/// A figure the budget can constrain.
#[derive(Debug, Clone, Copy, PartialEq, Eq, Hash)]
pub enum Metric {
    /// The n-th harmonic, dBc (n ≥ 2).
    Harmonic(usize),
    /// Total harmonic distortion, dBc.
    Thd,
    /// Third-order intermodulation, dBc.
    Im3,
    /// Input third-order intercept, peak V per tone.
    Iip3,
    /// Output third-order intercept, peak V per tone.
    Oip3,
    /// Input 1 dB compression point, peak V.
    P1db,
    /// Small-signal differential voltage gain, dB.
    Gain,
    /// Input at which one side carries 95 % of the tail current, V.
    SteeringRange,
    /// White input-referred differential noise density, V/√Hz.
    InputNoise,
}

impl Metric {
    /// The name used in plans and reports.
    pub fn name(self) -> String {
        match self {
            Metric::Harmonic(n) => format!("hd{n}"),
            Metric::Thd => "thd".into(),
            Metric::Im3 => "im3".into(),
            Metric::Iip3 => "iip3".into(),
            Metric::Oip3 => "oip3".into(),
            Metric::P1db => "p1db".into(),
            Metric::Gain => "gain".into(),
            Metric::SteeringRange => "steering_range".into(),
            Metric::InputNoise => "input_noise".into(),
        }
    }

    /// Whether the metric is a level in dB (limits are plain numbers) rather than a quantity.
    pub fn is_decibel(self) -> bool {
        matches!(
            self,
            Metric::Harmonic(_) | Metric::Thd | Metric::Im3 | Metric::Gain
        )
    }

    /// Whether the metric depends on the drive amplitude (`at`).
    pub fn needs_amplitude(self) -> bool {
        matches!(self, Metric::Harmonic(_) | Metric::Thd | Metric::Im3)
    }

    /// The unit of the limit.
    pub fn unit(self) -> Unit {
        Unit::Volt
    }

    /// Unit label for reports.
    pub fn unit_label(self) -> &'static str {
        match self {
            Metric::Harmonic(_) | Metric::Thd | Metric::Im3 => "dBc",
            Metric::Gain => "dB",
            Metric::InputNoise => "V/√Hz",
            _ => "V",
        }
    }

    fn parse(text: &str) -> Option<Metric> {
        Some(match text {
            "thd" => Metric::Thd,
            "im3" => Metric::Im3,
            "iip3" => Metric::Iip3,
            "oip3" => Metric::Oip3,
            "p1db" => Metric::P1db,
            "gain" => Metric::Gain,
            "steering_range" => Metric::SteeringRange,
            "input_noise" => Metric::InputNoise,
            other => {
                let order: usize = other.strip_prefix("hd")?.parse().ok()?;
                if order < 2 {
                    return None;
                }
                Metric::Harmonic(order)
            }
        })
    }
}

/// Whether a budget line is an upper or a lower bound.
#[derive(Debug, Clone, Copy, PartialEq)]
pub enum Limit {
    /// The value must not exceed this.
    Max(f64),
    /// The value must be at least this.
    Min(f64),
}

impl Limit {
    /// The limit's number.
    pub fn value(self) -> f64 {
        match self {
            Limit::Max(v) | Limit::Min(v) => v,
        }
    }
}

/// One budget line.
#[derive(Debug, Clone, PartialEq)]
pub struct BudgetLine {
    /// The constrained figure.
    pub metric: Metric,
    /// Input amplitude, V (amplitude-dependent metrics; default: the largest drive amplitude).
    pub at: Option<f64>,
    /// Frequency, Hz (default: the first drive frequency).
    pub frequency: Option<f64>,
    /// The bound.
    pub limit: Limit,
}

/// Degeneration sizing settings.
#[derive(Debug, Clone, PartialEq)]
pub struct SizingSpec {
    /// Lower end of the emitter-resistance search, Ω.
    pub from: f64,
    /// Upper end of the emitter-resistance search, Ω.
    pub to: f64,
    /// Rescale the load to hold the small-signal gain of the undegenerated stage.
    pub hold_gain: bool,
}

const TOP_KEYS: &[&str] = &[
    "name",
    "temperatures_c",
    "stages",
    "drive",
    "monte_carlo",
    "budget",
    "sizing",
    "noise_band",
    "reference_impedance",
    "corners",
];
const STAGE_KEYS: &[&str] = &[
    "name",
    "tail_current",
    "load_resistance",
    "emitter_resistance",
    "source_resistance",
    "tail_resistance",
    "load_capacitance",
    "tail_capacitance",
    "supply",
    "input_common_mode",
    "transistor",
    "mismatch",
    "mismatch_sigma",
    "tail_current_law",
];
const TRANSISTOR_KEYS: &[&str] = &[
    "saturation_current",
    "beta",
    "early_voltage",
    "base_resistance",
    "transit_time",
    "emitter_junction_capacitance",
    "collector_junction_capacitance",
    "emitter_junction_potential",
    "emitter_grading",
    "collector_junction_potential",
    "collector_grading",
    "nominal_temperature_c",
    "bandgap_ev",
    "saturation_current_exponent",
    "flicker_coefficient",
    "flicker_exponent",
];
const MISMATCH_KEYS: &[&str] = &[
    "saturation_current",
    "emitter_resistance",
    "load_resistance",
    "base_resistance",
    "beta",
];
const DRIVE_KEYS: &[&str] = &[
    "amplitudes",
    "frequencies",
    "two_tone_spacing",
    "thd_harmonics",
];
const SWEEP_KEYS: &[&str] = &["from", "to", "points", "spacing"];
const BUDGET_KEYS: &[&str] = &["metric", "at", "frequency", "max", "min"];
const METRIC_NAMES: &str =
    "hd2, hd3, hd5 (any hdN, N ≥ 2), thd, im3, iip3, oip3, p1db, gain, steering_range, input_noise";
+===+
● ACTION ITEM: Print all the data exactly.

● WORKED SOLUTION:
/// A figure the budget can constrain.
#[derive(Debug, Clone, Copy, PartialEq, Eq, Hash)]
pub enum Metric {
    /// The n-th harmonic, dBc (n ≥ 2).
    Harmonic(usize),
    /// Total harmonic distortion, dBc.
    Thd,
    /// Third-order intermodulation, dBc.
    Im3,
    /// Input third-order intercept, peak V per tone.
    Iip3,
    /// Output third-order intercept, peak V per tone.
    Oip3,
    /// Input 1 dB compression point, peak V.
    P1db,
    /// Small-signal differential voltage gain, dB.
    Gain,
    /// Input at which one side carries 95 % of the tail current, V.
    SteeringRange,
    /// White input-referred differential noise density, V/√Hz.
    InputNoise,
}

impl Metric {
    /// The name used in plans and reports.
    pub fn name(self) -> String {
        match self {
            Metric::Harmonic(n) => format!("hd{n}"),
            Metric::Thd => "thd".into(),
            Metric::Im3 => "im3".into(),
            Metric::Iip3 => "iip3".into(),
            Metric::Oip3 => "oip3".into(),
            Metric::P1db => "p1db".into(),
            Metric::Gain => "gain".into(),
            Metric::SteeringRange => "steering_range".into(),
            Metric::InputNoise => "input_noise".into(),
        }
    }

    /// Whether the metric is a level in dB (limits are plain numbers) rather than a quantity.
    pub fn is_decibel(self) -> bool {
        matches!(
            self,
            Metric::Harmonic(_) | Metric::Thd | Metric::Im3 | Metric::Gain
        )
    }

    /// Whether the metric depends on the drive amplitude (`at`).
    pub fn needs_amplitude(self) -> bool {
        matches!(self, Metric::Harmonic(_) | Metric::Thd | Metric::Im3)
    }

    /// The unit of the limit.
    pub fn unit(self) -> Unit {
        Unit::Volt
    }

    /// Unit label for reports.
    pub fn unit_label(self) -> &'static str {
        match self {
            Metric::Harmonic(_) | Metric::Thd | Metric::Im3 => "dBc",
            Metric::Gain => "dB",
            Metric::InputNoise => "V/√Hz",
            _ => "V",
        }
    }

    fn parse(text: &str) -> Option<Metric> {
        Some(match text {
            "thd" => Metric::Thd,
            "im3" => Metric::Im3,
            "iip3" => Metric::Iip3,
            "oip3" => Metric::Oip3,
            "p1db" => Metric::P1db,
            "gain" => Metric::Gain,
            "steering_range" => Metric::SteeringRange,
            "input_noise" => Metric::InputNoise,
            other => {
                let order: usize = other.strip_prefix("hd")?.parse().ok()?;
                if order < 2 {
                    return None;
                }
                Metric::Harmonic(order)
            }
        })
    }
}

/// Whether a budget line is an upper or a lower bound.
#[derive(Debug, Clone, Copy, PartialEq)]
pub enum Limit {
    /// The value must not exceed this.
    Max(f64),
    /// The value must be at least this.
    Min(f64),
}

impl Limit {
    /// The limit's number.
    pub fn value(self) -> f64 {
        match self {
            Limit::Max(v) | Limit::Min(v) => v,
        }
    }
}

/// One budget line.
#[derive(Debug, Clone, PartialEq)]
pub struct BudgetLine {
    /// The constrained figure.
    pub metric: Metric,
    /// Input amplitude, V (amplitude-dependent metrics; default: the largest drive amplitude).
    pub at: Option<f64>,
    /// Frequency, Hz (default: the first drive frequency).
    pub frequency: Option<f64>,
    /// The bound.
    pub limit: Limit,
}

/// Degeneration sizing settings.
#[derive(Debug, Clone, PartialEq)]
pub struct SizingSpec {
    /// Lower end of the emitter-resistance search, Ω.
    pub from: f64,
    /// Upper end of the emitter-resistance search, Ω.
    pub to: f64,
    /// Rescale the load to hold the small-signal gain of the undegenerated stage.
    pub hold_gain: bool,
}

const TOP_KEYS: &[&str] = &[
    "name",
    "temperatures_c",
    "stages",
    "drive",
    "monte_carlo",
    "budget",
    "sizing",
    "noise_band",
    "reference_impedance",
    "corners",
];
const STAGE_KEYS: &[&str] = &[
    "name",
    "tail_current",
    "load_resistance",
    "emitter_resistance",
    "source_resistance",
    "tail_resistance",
    "load_capacitance",
    "tail_capacitance",
    "supply",
    "input_common_mode",
    "transistor",
    "mismatch",
    "mismatch_sigma",
    "tail_current_law",
];
const TRANSISTOR_KEYS: &[&str] = &[
    "saturation_current",
    "beta",
    "early_voltage",
    "base_resistance",
    "transit_time",
    "emitter_junction_capacitance",
    "collector_junction_capacitance",
    "emitter_junction_potential",
    "emitter_grading",
    "collector_junction_potential",
    "collector_grading",
    "nominal_temperature_c",
    "bandgap_ev",
    "saturation_current_exponent",
    "flicker_coefficient",
    "flicker_exponent",
];
const MISMATCH_KEYS: &[&str] = &[
    "saturation_current",
    "emitter_resistance",
    "load_resistance",
    "base_resistance",
    "beta",
];
const DRIVE_KEYS: &[&str] = &[
    "amplitudes",
    "frequencies",
    "two_tone_spacing",
    "thd_harmonics",
];
const SWEEP_KEYS: &[&str] = &["from", "to", "points", "spacing"];
const BUDGET_KEYS: &[&str] = &["metric", "at", "frequency", "max", "min"];
const METRIC_NAMES: &str =
    "hd2, hd3, hd5 (any hdN, N ≥ 2), thd, im3, iip3, oip3, p1db, gain, steering_range, input_noise";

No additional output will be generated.